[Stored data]
########
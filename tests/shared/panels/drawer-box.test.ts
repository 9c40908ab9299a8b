import { lengthText } from '@shared/display/format';
import { describe, expect, it } from 'vitest';
import { drawerBox, nominalSlideLength, slidePreset } from '@shared/panels/index';
import { errorOf } from '../../support/input-error';

// Hand-worked boxes. The rules are trade practice, not a standard: 1/2 in per side for side-mount ball-bearing
// slides (common practice, no source; DOMAIN.md), a bottom groove at most half the side's thickness (common practice,
// no source). The under-mount values are the preset's, recalled from common instruction sheets [M]. Inches are
// exactly 25.4 mm (NIST, Federal Register notice of 1 July 1959).
const IN = 25.4;

describe('side-mount ball-bearing slide, worked in inches', () => {
  // Opening 20 × 6 × 22 in, 1/2 in sides and ends, 1/4 in groove, bottom cut to the groove bottoms (no play):
  // box 20 − 2·1/2 = 19 in wide, 6 − 1/2 − 1/2 = 5 in high; longest inch slide ≤ 22 in is 22 in → box 22 in long;
  // butt ends 19 − 2·1/2 = 18 in; bottom 18 + 2·1/4 = 18 1/2 in by 22 − 1 + 1/2 = 21 1/2 in.
  const box = drawerBox({
    opening: { width_mm: 20 * IN, height_mm: 6 * IN, depth_mm: 22 * IN },
    slide: slidePreset('side-mount', 'inch'),
    thickness_mm: 0.5 * IN,
    bottomThickness_mm: 0.25 * IN,
    bottomPlay_mm: 0,
  });
  it('box 19 × 5 × 22 in on a 22 in slide', () => {
    expect(box.slide_length_mm).toBeCloseTo(22 * IN, 9);
    expect(box.box.width_mm).toBeCloseTo(19 * IN, 9);
    expect(box.box.height_mm).toBeCloseTo(5 * IN, 9);
    expect(box.box.length_mm).toBeCloseTo(22 * IN, 9);
  });
  it('butt joint: sides 22 × 5 in, front and back 18 × 5 in, bottom 21 1/2 × 18 1/2 in in a 1/4 in groove', () => {
    const by = Object.fromEntries(box.parts.map((p) => [p.name, p]));
    expect(by.Side.qty).toBe(2);
    expect(by.Side.length_mm).toBeCloseTo(22 * IN, 9);
    expect(by.Side.width_mm).toBeCloseTo(5 * IN, 9);
    expect(by.Front.length_mm).toBeCloseTo(18 * IN, 9);
    expect(by.Back.length_mm).toBeCloseTo(18 * IN, 9);
    expect(box.bottom.groove_depth_mm).toBeCloseTo(0.25 * IN, 9);
    expect(box.bottom.width_mm).toBeCloseTo(18.5 * IN, 9);
    expect(box.bottom.length_mm).toBeCloseTo(21.5 * IN, 9);
    expect(by.Bottom.thickness_mm).toBeCloseTo(0.25 * IN, 9);
  });
  it('dado joint: the ends run 1/4 in into each side, 18 1/2 in long', () => {
    const dado = drawerBox({ opening: { width_mm: 20 * IN, height_mm: 6 * IN, depth_mm: 22 * IN }, slide: slidePreset('side-mount', 'inch'), thickness_mm: 0.5 * IN, joint: 'dado' });
    expect(dado.parts.find((p) => p.name === 'Front')?.length_mm).toBeCloseTo(18.5 * IN, 9);
  });
  it('a 21 in depth takes the 20 in slide (the next standard length down)', () => {
    expect(nominalSlideLength(slidePreset('side-mount', 'inch'), 21 * IN)).toBeCloseTo(20 * IN, 9);
  });
});

describe('side-mount slide, worked in millimetres', () => {
  // Opening 500 × 200 × 480 mm, 12 mm sides: 500 − 25.4 = 474.6 wide, 200 − 25.4 = 174.6 high; metric slides
  // 250–700 in 50 mm steps → 450 mm. Butt ends 474.6 − 24 = 450.6; groove 6; bottom with 1 mm play:
  // 450.6 + 12 − 1 = 461.6 by 450 − 24 + 12 − 1 = 437.
  const box = drawerBox({ opening: { width_mm: 500, height_mm: 200, depth_mm: 480 }, slide: slidePreset('side-mount'), thickness_mm: 12 });
  it('box 474.6 × 174.6 × 450 mm', () => {
    expect(box.slide_length_mm).toBe(450);
    expect(box.box.width_mm).toBeCloseTo(474.6, 9);
    expect(box.box.height_mm).toBeCloseTo(174.6, 9);
  });
  it('ends 450.6 mm, bottom 437 × 461.6 mm in a 6 mm groove', () => {
    expect(box.parts.find((p) => p.name === 'Front')?.length_mm).toBeCloseTo(450.6, 9);
    expect(box.bottom.groove_depth_mm).toBe(6);
    expect(box.bottom.width_mm).toBeCloseTo(461.6, 9);
    expect(box.bottom.length_mm).toBeCloseTo(437, 9);
  });
  it('slides on members: three screws and drop-in T-nuts a slide; none bracketed', () => {
    expect(box.hardware.find((h) => h.item.startsWith('T-nut'))?.qty).toBe(6);
    expect(box.hardware.some((h) => h.item.startsWith('L-bracket'))).toBe(false);
  });
  it('no member beside the right slide: two L-brackets for it, to the front and back uprights', () => {
    const b = drawerBox({ opening: { width_mm: 500, height_mm: 200, depth_mm: 480 }, slide: slidePreset('side-mount'), support: { left: 'member', right: 'bracket' } });
    expect(b.hardware.find((h) => h.item.startsWith('L-bracket'))?.qty).toBe(2);
    // 3 for the slide on the member + 1 per bracket.
    expect(b.hardware.filter((h) => h.item.startsWith('T-nut')).reduce((a, h) => a + h.qty, 0)).toBe(5);
  });
  it('a groove deeper than half the side is refused, naming the field', () => {
    expect(errorOf(() => drawerBox({ opening: { width_mm: 500, height_mm: 200, depth_mm: 480 }, slide: slidePreset('side-mount'), thickness_mm: 12, grooveDepth_mm: 7 })).field).toBe('grooveDepth_mm');
  });
  it('the refusal says its lengths in the writer given: half of a 12 mm side is 6 mm = 7.56/32 in → 1/4", 7 mm = 8.82/32 in → 9/32" (to 1/32)', () => {
    const input = { opening: { width_mm: 500, height_mm: 200, depth_mm: 480 }, slide: slidePreset('side-mount'), thickness_mm: 12, grooveDepth_mm: 7 };
    expect(errorOf(() => drawerBox(input)).message).toContain('half the side\'s thickness, 6 mm');
    expect(errorOf(() => drawerBox(input, (mm) => lengthText(mm, { display: 'in', frac: 32 }))).message).toContain('half the side\'s thickness, 1/4" (common practice; got 9/32")');
  });
  it('a depth shorter than the shortest slide is refused, naming the depth', () => {
    expect(errorOf(() => drawerBox({ opening: { width_mm: 500, height_mm: 200, depth_mm: 240 }, slide: slidePreset('side-mount') })).field).toBe('opening.depth_mm');
  });
  it('bounds: a negative width is refused, naming the field', () => {
    expect(errorOf(() => drawerBox({ opening: { width_mm: -5, height_mm: 200, depth_mm: 480 }, slide: slidePreset('side-mount') })).field).toBe('opening.width_mm');
  });
});

describe('concealed under-mount slide (preset values recalled [M]: 5/16 in a side, 1/4 in above, 1/2 in below, 1/2 in recess, 1/4 in behind)', () => {
  it('inches: opening 15 × 5 × 21 in, 5/8 in sides → box 14 3/8 × 4 1/4 in on an 18 in slide, bottom 1/2 in up', () => {
    // Depth room 21 − 1/4 = 20 3/4 in: the 21 in slide does not fit, 18 in does; box length = slide length.
    const box = drawerBox({ opening: { width_mm: 15 * IN, height_mm: 5 * IN, depth_mm: 21 * IN }, slide: slidePreset('under-mount', 'inch'), thickness_mm: (5 / 8) * IN });
    expect(box.slide_length_mm).toBeCloseTo(18 * IN, 9);
    expect(box.box.length_mm).toBeCloseTo(18 * IN, 9);
    expect(box.box.width_mm).toBeCloseTo((14 + 3 / 8) * IN, 9);
    expect(box.box.height_mm).toBeCloseTo((4 + 1 / 4) * IN, 9);
    expect(box.bottom.groove_offset_mm).toBeCloseTo(0.5 * IN, 9);
    expect(box.bottom.groove_depth_mm).toBeCloseTo((5 / 16) * IN, 9);
  });
  it('millimetres, with the values typed from a sheet: 450 × 140 × 520 opening, 15 mm sides, 5 mm a side, 14 mm recess', () => {
    const slide = { ...slidePreset('under-mount'), sideDeduction_mm: 5, bottomRecess_mm: 14, topClearance_mm: 6, bottomClearance_mm: 14, rearClearance_mm: 10 };
    const box = drawerBox({ opening: { width_mm: 450, height_mm: 140, depth_mm: 520 }, slide, thickness_mm: 15 });
    // 520 − 10 = 510 room → 500 mm slide; 450 − 10 = 440 wide; 140 − 20 = 120 high; ends 440 − 30 = 410.
    expect(box.slide_length_mm).toBe(500);
    expect(box.box.width_mm).toBe(440);
    expect(box.box.height_mm).toBe(120);
    expect(box.parts.find((p) => p.name === 'Back')?.length_mm).toBe(410);
    expect(box.bottom.groove_offset_mm).toBe(14);
  });
  it('sides thicker than the slide takes are refused, naming the thickness', () => {
    expect(errorOf(() => drawerBox({ opening: { width_mm: 450, height_mm: 140, depth_mm: 520 }, slide: slidePreset('under-mount'), thickness_mm: 18 })).field).toBe('thickness_mm');
  });
});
########
All lines from the beginning of the entries through the line marked "22 in long;" are to be output exactly; nothing else belongs in the answer.

• **RESULT**:
filename tests/shared/panels/drawer-box.test.ts
repository 9c40908ab9299a8b
import { lengthText } from '@shared/display/format';
import { describe, expect, it } from 'vitest';
import { drawerBox, nominalSlideLength, slidePreset } from '@shared/panels/index';
import { errorOf } from '../../support/input-error';

// Hand-worked boxes. The rules are trade practice, not a standard: 1/2 in per side for side-mount ball-bearing
// slides (common practice, no source; DOMAIN.md), a bottom groove at most half the side's thickness (common practice,
// no source). The under-mount values are the preset's, recalled from common instruction sheets [M]. Inches are
// exactly 25.4 mm (NIST, Federal Register notice of 1 July 1959).
const IN = 25.4;

describe('side-mount ball-bearing slide, worked in inches', () => {
  // Opening 20 × 6 × 22 in, 1/2 in sides and ends, 1/4 in groove, bottom cut to the groove bottoms (no play):
  // box 20 − 2·1/2 = 19 in wide, 6 − 1/2 − 1/2 = 5 in high; longest inch slide ≤ 22 in is 22 in → box 22 in long;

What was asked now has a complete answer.